Prawa podstawowe to normalność, a nie przywilej. OPINIA
27 kwietnia 2021Jeszcze przed poniedziałkowym (26.04.2021) szczytem w sprawie szczepień coraz głośniej słychać było apele o przywrócenie podstawowych praw osobom, które zostały zaszczepione przeciwko COVID-19 i tym, które wyzdrowiały. Około siedmiu procent ludzi w Niemczech otrzymało podwójną dawkę szczepionki i tym samym ryzyko przenoszenia wirusów Sars-Cov-2 jest według Instytutu Roberta Kocha niewielkie. W obliczu szybko rosnącej liczby szczepień ideę wspiera także Niemiecka Rada Etyki – choć dopiero od chwili, gdy każdy będzie miał możliwość zaszczepienia się.
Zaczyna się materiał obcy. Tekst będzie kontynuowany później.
package identify

import (
	"errors"
	"math"
)

// Point is a least-squares problem seen from one set of parameters: the sum of
// squares there, and the linearised residual r + J·s compressed by an
// orthogonal factorisation to p rows, R·s + Qtr. It is all the solver ever asks
// for, so that a caller may eliminate linear parameters or millions of samples
// first.
type Point struct {
	Cost float64   // sum of squared residuals
	R    []float64 // p×p, row by row, upper triangular
	Qtr  []float64 // p
}

// NewPoint returns a point for p parameters.
func NewPoint(p int) *Point {
	return &Point{R: make([]float64, p*p), Qtr: make([]float64, p)}
}

// Problem is a nonlinear least-squares problem with Dim parameters. Evaluate
// fills pt at the given parameters; it returns false where the model cannot be
// computed (the solver then shortens its step).
type Problem interface {
	Dim() int
	Evaluate(params []float64, pt *Point) bool
}

// Settings bound the solver. The zero value means defaults.
type Settings struct {
	StepMax  int       // evaluations, default 200
	CostTol  float64   // relative fall of the cost that is no longer worth a step, default 1e-10
	ParamTol float64   // relative change of the scaled parameters, default 1e-9
	Lower    []float64 // nil or one per parameter
	Upper    []float64
	Damping  float64 // at the start, in units of the squared column norms, default 1e-3
	Rescale  bool    // scale by the Jacobian at hand, not by the largest seen so far
	Thorough bool    // try bold and timid first steps and both scalings, keep the best end
}

// Solution is what Solve found.
type Solution struct {
	Params      []float64
	Point       *Point
	Evaluations int
	Converged   bool
}

// ErrStart is returned when the problem cannot be evaluated at its start.
var ErrStart = errors.New("identify: the model cannot be computed at the starting values")

// Solve minimises the sum of squares by the Levenberg–Marquardt method: steps of
// the linearised problem, held back by a multiple of the column norms. The
// damping follows the ratio of real to predicted fall. Bounds are kept by
// projection; a parameter whose gradient points out of its bound is frozen.
//
// References: D. W. Marquardt, J. SIAM 11 (1963) 431; J. J. Moré, LNM
// 630 (Springer 1978) 105 (scaling by column norms); H. B. Nielsen, Damping
// parameter in Marquardt's method, IMM-REP-1999-05 (update of the damping).
func Solve(prob Problem, start []float64, set Settings) (Solution, error) {
	set = set.withDefaults()
	if set.Thorough {
		return solveThorough(prob, start, set)
	}
	lm := &marquardt{set: set, n: prob.Dim()}
	lm.init()
	x := append([]float64(nil), start...)
	lm.clamp(x)
	cur, next := NewPoint(lm.n), NewPoint(lm.n)
	if !prob.Evaluate(x, cur) || !finite(cur.Cost) {
		return Solution{}, ErrStart
	}
	sol := Solution{Params: x, Evaluations: 1}
	lambda, grow := set.Damping, 2.0
	lm.scale(cur)
	for sol.Evaluations < set.StepMax {
		predicted, free := lm.step(x, cur, lambda)
		if !free {
			sol.Converged = true
			break
		}
		if predicted <= 0 {
			if lm.smallStep(x) || lambda > 1e30 {
				sol.Converged = true
				break
			}
			lambda *= grow
			grow *= 2
			continue
		}
		ok := prob.Evaluate(lm.trial, next) && finite(next.Cost)
		sol.Evaluations++
		actual := cur.Cost - next.Cost
		small := lm.smallStep(x)
		if ok && actual >= 0 {
			ratio := actual / predicted
			copy(x, lm.trial)
			cur, next = next, cur
			lm.scale(cur)
			t := 2*ratio - 1
			lambda = math.Max(lambda*math.Max(1.0/9, 1-t*t*t), 1e-20)
			grow = 2
			base := cur.Cost + actual
			if actual <= set.CostTol*base && predicted <= set.CostTol*base && ratio <= 2 || small {
				sol.Converged = true
				break
			}
			continue
		}
		if ok && (small || predicted <= set.CostTol*cur.Cost) {
			sol.Converged = true
			break
		}
		lambda *= grow
		grow *= 2
		if lambda > 1e30 {
			break
		}
	}
	sol.Point = cur
	return sol, nil
}

// solveThorough runs the solver with several first dampings, from bold to timid,
// under both scalings, and returns the end with the least sum of squares. A bold
// first step may leave for a plateau that a timid one never sees.
func solveThorough(prob Problem, start []float64, set Settings) (Solution, error) {
	set.Thorough = false
	var best Solution
	found := false
	evaluations := 0
	for _, set.Rescale = range []bool{false, true} {
		for _, set.Damping = range []float64{1e-3, 1, 1e3} {
			sol, err := Solve(prob, start, set)
			if err != nil {
				return sol, err
			}
			evaluations += sol.Evaluations
			if !found || sol.Point.Cost < best.Point.Cost {
				best, found = sol, true
			}
		}
	}
	best.Evaluations = evaluations
	return best, nil
}

func (s Settings) withDefaults() Settings {
	if s.StepMax == 0 {
		s.StepMax = 200
	}
	if s.CostTol == 0 {
		s.CostTol = 1e-10
	}
	if s.ParamTol == 0 {
		s.ParamTol = 1e-9
	}
	if s.Damping == 0 {
		s.Damping = 1e-3
	}
	return s
}

// marquardt is the workspace of one Solve.
type marquardt struct {
	set   Settings
	n     int
	diag  []float64 // scale of each parameter: column norm of the Jacobian
	trial []float64
	delta []float64
	free  []int
	aug   []float64 // (n+k)×k, the damped problem
	rhs   []float64
}

func (m *marquardt) init() {
	m.diag = make([]float64, m.n)
	m.trial = make([]float64, m.n)
	m.delta = make([]float64, m.n)
	m.aug = make([]float64, 2*m.n*m.n)
	m.rhs = make([]float64, 2*m.n)
}

func (m *marquardt) clamp(x []float64) {
	for i := range x {
		if m.set.Lower != nil {
			x[i] = math.Max(x[i], m.set.Lower[i])
		}
		if m.set.Upper != nil {
			x[i] = math.Min(x[i], m.set.Upper[i])
		}
	}
}

func (m *marquardt) scale(pt *Point) {
	for j := range m.diag {
		s := 0.0
		for i := 0; i <= j; i++ {
			s += pt.R[i*m.n+j] * pt.R[i*m.n+j]
		}
		s = math.Sqrt(s)
		if m.set.Rescale {
			m.diag[j] = s
		} else {
			m.diag[j] = math.Max(m.diag[j], s)
		}
		if m.diag[j] == 0 {
			m.diag[j] = 1
		}
	}
}

// step fills trial with the damped step from x and returns the fall of the cost
// that the linearised problem predicts, which need not be positive where bounds
// cut the step short. It returns false when no parameter is free to move.
func (m *marquardt) step(x []float64, pt *Point, lambda float64) (predicted float64, ok bool) {
	m.release(x, pt)
	if len(m.free) == 0 {
		return 0, false
	}
	copy(m.trial, x)
	// Each round solves for the free parameters; those that leave their bounds
	// are set on them, and the rest is solved again.
	for len(m.free) > 0 && m.solveFree(x, pt, lambda) {
		kept := m.free[:0]
		for c, j := range m.free {
			v := x[j] + m.delta[c]
			if m.set.Lower != nil && v < m.set.Lower[j] {
				m.trial[j] = m.set.Lower[j]
			} else if m.set.Upper != nil && v > m.set.Upper[j] {
				m.trial[j] = m.set.Upper[j]
			} else {
				m.trial[j] = v
				kept = append(kept, j)
			}
		}
		if len(kept) == len(m.free) {
			break
		}
		m.free = kept
	}
	return m.predict(x, pt), true
}

// release lists the parameters that may move: those at a bound out of which the
// gradient does not point.
func (m *marquardt) release(x []float64, pt *Point) {
	m.free = m.free[:0]
	for j := 0; j < m.n; j++ {
		g := 0.0
		for i := 0; i <= j; i++ {
			g += pt.R[i*m.n+j] * pt.Qtr[i]
		}
		atLow := m.set.Lower != nil && x[j] <= m.set.Lower[j] && g >= 0
		atHigh := m.set.Upper != nil && x[j] >= m.set.Upper[j] && g <= 0
		if !atLow && !atHigh {
			m.free = append(m.free, j)
		}
	}
}

// solveFree fills delta with the damped step of the free parameters, the others
// being moved to where trial has them.
func (m *marquardt) solveFree(x []float64, pt *Point, lambda float64) bool {
	n, k := m.n, len(m.free)
	rows := n + k
	root := math.Sqrt(lambda)
	aug, rhs := m.aug[:rows*k], m.rhs[:rows]
	clear(aug)
	clear(rhs)
	for c, j := range m.free {
		m.trial[j] = x[j]
		for i := 0; i <= j; i++ {
			aug[i*k+c] = pt.R[i*n+j]
		}
		aug[(n+c)*k+c] = root * m.diag[j]
	}
	for i := 0; i < n; i++ {
		rhs[i] = -pt.Qtr[i]
		for j := i; j < n; j++ {
			rhs[i] -= pt.R[i*n+j] * (m.trial[j] - x[j])
		}
	}
	triangularise(aug, rows, k, rhs)
	return backSubstitute(aug, k, k, rhs, m.delta[:k])
}

// predict returns ‖Qtr‖² − ‖Qtr + R·(trial − x)‖².
func (m *marquardt) predict(x []float64, pt *Point) float64 {
	n := m.n
	fall := 0.0
	for i := 0; i < n; i++ {
		v := 0.0
		for j := i; j < n; j++ {
			v += pt.R[i*n+j] * (m.trial[j] - x[j])
		}
		fall -= v * (2*pt.Qtr[i] + v)
	}
	return fall
}

func (m *marquardt) smallStep(x []float64) bool {
	var ds, xs float64
	for j := range x {
		d := m.diag[j] * (m.trial[j] - x[j])
		v := m.diag[j] * x[j]
		ds += d * d
		xs += v * v
	}
	return math.Sqrt(ds) <= m.set.ParamTol*math.Sqrt(xs)
}

func finite(v float64) bool { return !math.IsNaN(v) && !math.IsInf(v, 0) }

// Compress fills pt from a full Jacobian (rows×p, row by row) and residuals of a
// problem that is small enough to be written out. It overwrites both.
func Compress(jac []float64, p int, residual []float64, pt *Point) {
	rows := len(residual)
	pt.Cost = 0
	for _, r := range residual {
		pt.Cost += r * r
	}
	triangularise(jac, rows, p, residual)
	clear(pt.R)
	clear(pt.Qtr)
	for i := 0; i < p && i < rows; i++ {
		copy(pt.R[i*p+i:(i+1)*p], jac[i*p+i:(i+1)*p])
		pt.Qtr[i] = residual[i]
	}
}

// Covariance returns (RᵀR)⁻¹, p×p, row by row: the covariance of the parameters
// in units of the residuals' variance. Rows of parameters that the data do not
// show are +Inf.
func (pt *Point) Covariance() []float64 {
	p := len(pt.Qtr)
	inv := make([]float64, p*p) // R⁻¹, column by column
	for j := 0; j < p; j++ {
		e := make([]float64, p)
		e[j] = 1
		x := make([]float64, p)
		if !backSubstitute(pt.R, p, p, e, x) {
			for i := range x {
				x[i] = math.Inf(1)
			}
		}
		copy(inv[j*p:], x)
	}
	cov := make([]float64, p*p)
	for a := 0; a < p; a++ {
		for b := 0; b < p; b++ {
			for k := max(a, b); k < p; k++ {
				cov[a*p+b] += inv[k*p+a] * inv[k*p+b]
			}
		}
	}
	return cov
}

// dependent reports whether, within rounding, a column is a combination of those
// before it.
func (pt *Point) dependent() bool {
	p := len(pt.Qtr)
	for j := 0; j < p; j++ {
		size := 0.0
		for i := 0; i <= j; i++ {
			size = math.Hypot(size, pt.R[i*p+j])
		}
		if math.Abs(pt.R[j*p+j]) <= 1e-10*size {
			return true
		}
	}
	return false
}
Często podnoszonym kontrargumentem jest to, że byłby to brak solidarności, zwłaszcza wobec młodych ludzi, którzy – właśnie przez wzgląd na starsze osoby – bardzo się ograniczyli, tymczasem to właśnie starsi, czyli zaszczepieni, w pierwszej kolejności mogliby znów cieszyć się swobodami.
Obciążenie dla wszystkich
A przecież nie ma chyba nikogo, kto nie ucierpiałby i nie ograniczał się w ciągu ostatnich 14 miesięcy: Bezdzietni musieli patrzeć, jak szkoły pozostają otwarte, mimo że powodowało to wzrost zachorowalności. Rodzice musieli znosić wymogi dotyczące zdalnej pracy, podczas gdy nie wyjaśniono, jak to się ma do opieki nad dziećmi. Osoby żyjące w pojedynkę musiały znosić przymusową samotność w domu bez możliwości kontaktów. Młodzi ludzie musieli wyrzucić za burtę swoje plany na przyszłość, pensjonariusze domów opieki musieli radzić sobie bez swoich bliskich. Ta pandemia nie była dla nikogo spacerkiem po parku. To jednoczy nas wszystkich.
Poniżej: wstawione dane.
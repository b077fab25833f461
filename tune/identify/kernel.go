package identify

import "math"

// A kernel is the unit-gain response of one model structure to a drive, together
// with its exact derivatives. shape holds the structure's own nonlinear
// parameters; the dead time is not among them, since it only moves the point at
// which the response is looked at.
type kernel interface {
	// shapes is the number of nonlinear parameters without the dead time.
	shapes() int
	// frees is the number of columns that a free initial state adds.
	frees() int
	// prepare simulates the drive with the given shape, to be queried afterwards.
	prepare(d *drive, shape []float64, derivatives bool)
	// response fills value, its derivative by each shape parameter, and its time
	// derivative (nil where not wanted), at the queries; integral asks for the
	// integral of the response over time instead.
	response(d *drive, q *queries, integral bool, value []float64, byShape [][]float64, byTime []float64)
	// free fills the decay of the initial state k at times tau ≥ 0, and its
	// derivatives; integral asks for the integral over time.
	free(k int, tau []float64, integral bool, value []float64, byShape [][]float64)
}

// firstOrder is 1/(T·s + 1) with the one shape parameter ln T.
type firstOrder struct {
	tau    float64
	before float64
	x, s   []float64 // state and its derivative by ln T at the knots
	of     *drive
	done   bool // the knots are those of the last preparation
}

func (k *firstOrder) shapes() int { return 1 }
func (k *firstOrder) frees() int  { return 1 }

func (k *firstOrder) prepare(d *drive, shape []float64, _ bool) {
	tau := math.Exp(shape[0])
	k.done = k.done && k.of == d && k.tau == tau // another dead time needs no new simulation
	k.tau, k.of, k.before = tau, d, d.before
}

// simulate fills state and derivative at the knots, once for each preparation.
func (k *firstOrder) simulate(d *drive) {
	if k.done {
		return
	}
	k.done = true
	n := len(d.t)
	if len(k.x) != n {
		k.x, k.s = make([]float64, n), make([]float64, n)
	}
	x, s := d.before, 0.0
	xs, ss, u := k.x, k.s[:n], d.u[:n]
	rate := d.h / k.tau
	e := math.Exp(-rate)
	near := decay{rate, e}
	inv := 1 / k.tau
	for j := range xs {
		xs[j], ss[j] = x, s
		if !d.even && j+1 < len(d.t) {
			rate = (d.t[j+1] - d.t[j]) * inv
			e = near.at(rate)
		}
		dev := x - u[j]
		s = (s + dev*rate) * e
		x = u[j] + dev*e
	}
}

func (k *firstOrder) response(d *drive, q *queries, integral bool, value []float64, byShape [][]float64, byTime []float64) {
	var byTau []float64
	if byShape != nil {
		byTau = byShape[0]
	}
	rate := q.off / k.tau
	e := math.Exp(-rate)
	if d.even && !integral && byTau == nil && byTime == nil {
		k.plain(d, q.shift, e, value)
		return
	}
	if d.even && !integral && byTau != nil && byTime != nil {
		k.fast(d, q.shift, e, rate, value, byTau, byTime)
		return
	}
	k.simulate(d)
	near := decay{rate, e}
	inv := 1 / k.tau
	j, a := 0, q.off
	for i := range value {
		if d.even {
			j = i - q.shift
		} else {
			j, a = int(q.index[i]), q.offset[i]
		}
		z, zt, dz, iu := k.before, 0.0, 0.0, 0.0
		if j >= 0 {
			if !d.even {
				rate = a * inv
				e = near.at(rate)
			}
			dev := (k.x[j] - d.u[j]) * e
			z = d.u[j] + dev
			dz = k.s[j]*e + dev*rate
			zt = -dev * inv
			iu = d.iu[j] + d.u[j]*a
		} else {
			if d.even {
				a = float64(j)*d.h + q.off
				iu, a = d.before*a, q.off
			} else {
				iu = d.before * a
			}
		}
		if integral {
			value[i] = iu - k.tau*z
			dz = -k.tau * (z + dz)
			zt = z
		} else {
			value[i] = z
		}
		if byTau != nil {
			byTau[i] = dz
		}
		if byTime != nil {
			byTime[i] = zt
		}
	}
}

// decay computes e^−rate for rates that lie close together, from the last one
// that was computed in full.
type decay struct{ rate, value float64 }

// at returns e^−rate, by five terms of the series (error under 1e-12) where rate
// is near enough.
func (k *decay) at(rate float64) float64 {
	d := k.rate - rate
	if d > 0.01 || d < -0.01 {
		k.rate, k.value = rate, math.Exp(-rate)
		return k.value
	}
	return k.value * (1 + d*(1+d*(0.5+d*(1.0/6+d*(1.0/24)))))
}

// fast is response on even sampling, values with derivatives: simulation and
// queries in one pass, without an exponential or a branch inside the loop.
func (k *firstOrder) fast(d *drive, shift int, ask, askRate float64, value, byTau, byTime []float64) {
	n := len(value)
	lead := min(max(shift, 0), n)
	for i := 0; i < lead; i++ {
		value[i], byTau[i], byTime[i] = k.before, 0, 0
	}
	rate := d.h / k.tau
	e := math.Exp(-rate)
	x, s := k.before, 0.0
	for j := 0; j < lead-shift; j++ { // a negative shift skips knots
		dev := x - d.u[j]
		x, s = d.u[j]+dev*e, (s+dev*rate)*e
	}
	u := d.u[lead-shift:][:n-lead]
	value, byTau, byTime = value[lead:][:len(u)], byTau[lead:][:len(u)], byTime[lead:][:len(u)]
	inv := -1 / k.tau
	for i, in := range u {
		dev := x - in
		at := dev * ask
		value[i] = in + at
		byTau[i] = s*ask + at*askRate
		byTime[i] = at * inv
		s = (s + dev*rate) * e
		x = in + dev*e
	}
}

// plain is fast without derivatives.
func (k *firstOrder) plain(d *drive, shift int, ask float64, value []float64) {
	n := len(value)
	lead := min(max(shift, 0), n)
	for i := 0; i < lead; i++ {
		value[i] = k.before
	}
	e := math.Exp(-d.h / k.tau)
	x := k.before
	for j := 0; j < lead-shift; j++ {
		x = d.u[j] + (x-d.u[j])*e
	}
	u := d.u[lead-shift:][:n-lead]
	value = value[lead:][:len(u)]
	for i, in := range u {
		dev := x - in
		value[i] = in + dev*ask
		x = in + dev*e
	}
}

func (k *firstOrder) free(_ int, tau []float64, integral bool, value []float64, byShape [][]float64) {
	for i, at := range tau {
		rate := at / k.tau
		g := math.Exp(-rate)
		dg := g * rate
		if integral {
			g, dg = -k.tau*g, -g*(k.tau+at)
		}
		value[i] = g
		if byShape != nil {
			byShape[0][i] = dg
		}
	}
}

// integrating is 1/s without shape parameters. The free initial state is a
// constant.
type integrating struct{}

func (integrating) shapes() int { return 0 }
func (integrating) frees() int  { return 1 }

func (integrating) prepare(*drive, []float64, bool) {}

func (integrating) response(d *drive, q *queries, integral bool, value []float64, _ [][]float64, byTime []float64) {
	for i := range value {
		j, a := 0, q.off
		if d.even {
			if j = i - q.shift; j < 0 {
				a += float64(j) * d.h
			}
		} else {
			j, a = int(q.index[i]), q.offset[i]
		}
		u, iu, iiu := d.before, 0.0, 0.0
		if j >= 0 {
			u, iu, iiu = d.u[j], d.iu[j], d.iiu[j]
		}
		z := iu + u*a
		if integral {
			value[i] = iiu + a*(iu+0.5*u*a)
			u = z
		} else {
			value[i] = z
		}
		if byTime != nil {
			byTime[i] = u
		}
	}
}

func (integrating) free(_ int, tau []float64, integral bool, value []float64, _ [][]float64) {
	for i, at := range tau {
		value[i] = 1
		if integral {
			value[i] = at
		}
	}
}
Dlatego tym bardziej niezrozumiałe jest, że tak wielu wciąż kultywuje mentalność plemienną – młodzi przeciw starym, rodziny przeciw samotnym, zaszczepieni przeciw niezaszczepionym. W końcu wizja jest wspólna: życie prawie takie, jak przed pandemią. A każdy krok w tym kierunku jest krokiem we właściwym kierunku.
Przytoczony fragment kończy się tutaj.